« Il commença à les envoyer en mission, deux par deux. » Le mot même « mission » en fait frémir plusieurs par les temps qui courent. De quel droit pourrait-on aller vers quelqu’un avec la mission de le convertir? N’est-ce pas un manque de respect profond à l’égard de la différence et de la conscience des personnes? Ne s’agit-il pas d’une attitude colonisatrice tout empreinte de prétentions et de condescendance? La foi n’est-elle pas une affaire personnelle? Chacun ne devrait-il pas vivre son rapport à Dieu comme il l’entend, non?
Pourtant, c’est bien Jésus qui envoie ainsi ses disciples en mission. Et si je ne m’abuse, le leitmotiv de notre diocèse est bien de « former des disciples-missionnaires ». Dès lors, deux questions se dressent : quel est le message à apporter à ceux et celles à qui nous sommes envoyés? Et comment accomplir cette mission?
La première question est trop souvent escamotée ou mal comprise. La réponse est simple: annoncer l’évangile, la Bonne nouvelle. Mais qu’est-ce que l’évangile? Une série de textes remplis de leçons de morale? Des récits plus ou moins romancés de la vie de Jésus? De belles pensées positives qui contrebalancent les mauvaises nouvelles culpabilisantes du téléjournal? L’évangile du Christ est l’annonce de sa victoire sur la mort et tout ce qui y conduit. Non pas uniquement sa victoire sur sa propre mort, mais aussi sur la nôtre. Pas seulement sur la mort définitive, mais sur toutes nos petites morts quotidiennes qui nous figent dans la peur, dans la souffrance, dans l’isolement les uns des autres. Une Bonne nouvelle est l’annonce d’un fait que l’on peut croire ou pas, mais face auquel on ne peut pas rester indifférent. Y croire nous fait emprunter un chemin. Ne pas y croire nous fait en emprunter un autre. Respecter l’autre, ce n’est pas lui cacher le fait dont nous sommes témoins, mais lui annoncer ce fait et le laisser libre de nous croire ou pas, sans insister, sans juger.

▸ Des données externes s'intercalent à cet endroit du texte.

//! Pictures of every command: well-formed, with their axes, units and cautions; the numbers in them are those of the run.
#![allow(clippy::unwrap_used, clippy::panic, reason = "tests may panic")]

use std::fmt::Write as _;
use std::fs;
use std::path::Path;
use std::process::Command;

use tempfile::TempDir;

/// Runs a command with pictures in both formats; the names of the files that it left.
fn draw(command: &str, folder: &Path, more: &[&str]) -> Vec<String> {
    let out = folder.join("out");
    let output = Command::new(env!("CARGO_BIN_EXE_gyremesh"))
        .arg(command)
        .arg(folder.join("network.toml"))
        .args(["--plot", "png,svg", "--out"])
        .arg(&out)
        .args(more)
        .output()
        .unwrap();
    let text = String::from_utf8_lossy(&output.stderr);
    assert!(output.status.code() < Some(2), "{command}: {text}");
    let names = fs::read_dir(&out).unwrap();
    let mut names: Vec<String> = names
        .map(|entry| entry.unwrap().file_name().into_string().unwrap())
        .filter(|name| {
            ["png", "svg"].contains(&Path::new(name).extension().unwrap().to_str().unwrap())
        })
        .collect();
    names.sort();
    names
}

/// An SVG of a run, which must hold these texts; its PNG must be one.
fn picture(folder: &Path, name: &str, texts: &[&str]) -> String {
    let png = fs::read(folder.join(format!("out/{name}.png"))).unwrap();
    // The signature of PNG (W3C, PNG third edition, 5.2).
    assert_eq!(png[..8], *b"\x89PNG\r\n\x1a\n", "{name}");
    let svg = fs::read_to_string(folder.join(format!("out/{name}.svg"))).unwrap();
    for text in texts {
        assert!(svg.contains(text), "{name}: `{text}` is missing");
    }
    assert!(!svg.contains("NaN") && !svg.contains("inf"), "{name}");
    svg
}

/// Four stations in a wind that converges by 2e-5 1/s and turns by 4e-5 1/s, for three hours; one of them falls silent.
fn field() -> TempDir {
    let folder = tempfile::tempdir().unwrap();
    let places = [
        ("NW", 0.15, -30.15),
        ("SW", -0.15, -30.15),
        ("SE", -0.15, -29.85),
        ("NE", 0.15, -29.85),
    ];
    let mut stations = String::from("id,latitude,longitude\n");
    let mut reports = String::from("time,station,eastward,northward\n");
    for (id, latitude, longitude) in places {
        writeln!(stations, "{id},{},{longitude}", 46.0 + latitude).unwrap();
        let (x, y) = ((longitude + 30.0) * 77_200.0, latitude * 111_100.0);
        for minute in (0..180).step_by(10) {
            if id == "NE" && minute > 120 {
                continue;
            }
            let (u, v) = (5.0 - 1e-5 * x - 2e-5 * y, -1e-5 * y + 2e-5 * x);
            let (hour, minute) = (minute / 60, minute % 60);
            writeln!(reports, "2031-06-14T0{hour}:{minute:02}:00Z,{id},{u},{v}").unwrap();
        }
    }
    fs::write(folder.path().join("stations.csv"), stations).unwrap();
    fs::write(folder.path().join("reports.csv"), reports).unwrap();
    let settings = "name = \"Four & more\"\n[stations]\nfile = \"stations.csv\"\n[[reports]]\nfiles = [\"reports.csv\"]\n\
                    columns = { eastward = \"eastward\", northward = \"northward\" }\n";
    fs::write(folder.path().join("network.toml"), settings).unwrap();
    folder
}

#[test]
fn estimate_draws_maps_a_series_and_the_structure_function() {
    let field = field();
    let at = ["--at", "2031-06-14T01:04:00Z", "--polygon", "NE+NW+SW"];
    let names = draw("estimate", field.path(), &at);
    // The nearest analysis time.
    let map = "map_divergence_20310614T010000Z";
    assert_eq!(
        names,
        [
            "map_divergence_20310614T010000Z.png",
            "map_divergence_20310614T010000Z.svg",
            "map_vorticity_20310614T010000Z.png",
            "map_vorticity_20310614T010000Z.svg",
            "series.png",
            "series.svg",
            "structure.png",
            "structure.svg",
        ]
    );
    let caution = "These are estimates, not warnings.";
    let texts = [
        "Four &amp; more",
        "2031-06-14 01:00 UTC",
        "10⁻⁵ s⁻¹",
        "hatched",
        "km",
        ">NW<",
        caution,
    ];
    let svg = picture(field.path(), map, &texts);
    // 4 barbs with their halos, the hatching and north; both triangles have the colour of -2e-5, which is the end of the scale.
    assert_eq!(
        svg.matches("rotate(").count() - svg.matches("rotate(90)").count(),
        2 * 4 + 2
    );
    assert_eq!(svg.matches("fill=\"#0d3a66\"").count(), 2);
    let series = picture(
        field.path(),
        "series",
        &[
            "NE+NW+SW",
            "vorticity, 10⁻⁵ s⁻¹",
            "time, UTC",
            "95 % interval",
            caution,
        ],
    );
    assert!(series.contains(">01:00<") && series.contains(">02:00<"));
    picture(
        field.path(),
        "structure",
        &["distance, km", "m² s⁻²", "exponent"],
    );
}

#[test]
fn calibrate_draws_turns_and_factors() {
    let folder = tempfile::tempdir().unwrap();
    let network = fs::read_to_string("networks/ostrin/network.toml").unwrap();
    let root = std::env::current_dir().unwrap();
    let network = network
        .replace("../../examples", root.join("examples").to_str().unwrap())
        .replace(
            "stations.csv",
            root.join("networks/ostrin/stations.csv").to_str().unwrap(),
        );
    fs::write(folder.path().join("network.toml"), network).unwrap();
    assert_eq!(
        draw("calibrate", folder.path(), &[]),
        ["calibration.png", "calibration.svg"]
    );
    let svg = picture(
        folder.path(),
        "calibration",
        &[
            "turn, degrees clockwise",
            "factor of the speed",
            "95 % intervals",
            ">OS38<",
        ],
    );
    // A point for each of 38 stations in either panel; turned and mis-scaled ones in colour, and the sign of the legend.
    assert_eq!(svg.matches("<circle").count(), 2 * 38 + 1);
    assert_eq!(
        svg.matches("<circle").count() - svg.matches("r=\"3.4\" fill=\"#59626e\"").count(),
        5
    );
}

#[test]
fn profile_draws_the_levels() {
    let folder = tempfile::tempdir().unwrap();
    let mut reports = String::from("time,station,eastward,northward,latitude,longitude,level\n");
    let places = [("A", 0.0, 0.0), ("B", 0.0, 0.4), ("C", 0.4, 0.1)];
    let mut stations = String::from("id,latitude,longitude\n");
    for (id, latitude, longitude) in places {
        writeln!(stations, "{id},{latitude},{longitude}").unwrap();
        for level in [1000.0, 850.0, 700.0, 500.0] {
            let u = 3e-5 * longitude * 111_000.0;
            writeln!(
                reports,
                "2031-06-14T12:00:00Z,{id},{u},2,{latitude},{longitude},{level}"
            )
            .unwrap();
        }
    }
    fs::write(folder.path().join("stations.csv"), stations).unwrap();
    fs::write(folder.path().join("reports.csv"), reports).unwrap();
    let settings = "name = \"Levels\"\n[stations]\nfile = \"stations.csv\"\n[[reports]]\nfiles = [\"reports.csv\"]\ncolumns = \
                    { eastward = \"eastward\", northward = \"northward\", latitude = \"latitude\", longitude = \
                    \"longitude\", level = \"level\" }\nlevel_unit = \"hPa\"\n[analysis]\ninterval = \"12 h\"\ntolerance = \
                    \"90 min\"\n[profile]\nlevels = [\"1000 hPa\", \"850 hPa\", \"700 hPa\", \"500 hPa\"]\n";
    fs::write(folder.path().join("network.toml"), settings).unwrap();
    assert_eq!(
        draw("profile", folder.path(), &[]),
        ["profile.png", "profile.svg"]
    );
    let texts = [
        "A+B+C",
        "pressure, hPa",
        "divergence, 10⁻⁵ s⁻¹",
        "ω, Pa s⁻¹",
        "O'Brien 1970",
        "These are estimates, not warnings.",
    ];
    let svg = picture(folder.path(), "profile", &texts);
    // Vorticity, divergence and motion at four levels.
    assert_eq!(svg.matches("<circle").count(), 3 * 4);
}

La deuxième question n’est pas banale. Jésus invite ses disciples à partir démunis, sans tunique de rechange. Une posture inconfortable qui aide à adopter la seule attitude qui convient au message dont le disciple est investi : l’humilité. Le chrétien n’est meilleur que personne. Il n’est que conscient de la grâce du Salut qui lui a été offerte sans aucun mérite de sa part, gratuitement. Le disciple doit être accueilli d’abord dans sa pauvreté pour être crédible et jamais dans une pseudo-supériorité. Il propose joyeusement de témoigner de cet amour gratuit dont il vit sans jamais s’imposer.
Les disciples sont envoyés deux à deux et ce n’est pas par hasard. Le message qu’ils portent les dépasse individuellement. Il doit être témoigné d’abord dans la communion concrète, visible, de frères et de sœurs qui en vivent entre eux en premier lieu. Pour se convertir, pour changer, il faut reconnaître chez l’autre quelque chose qui nous fait défaut. Notre monde aurait-il besoin encore aujourd’hui du témoignage d’une Bonne nouvelle?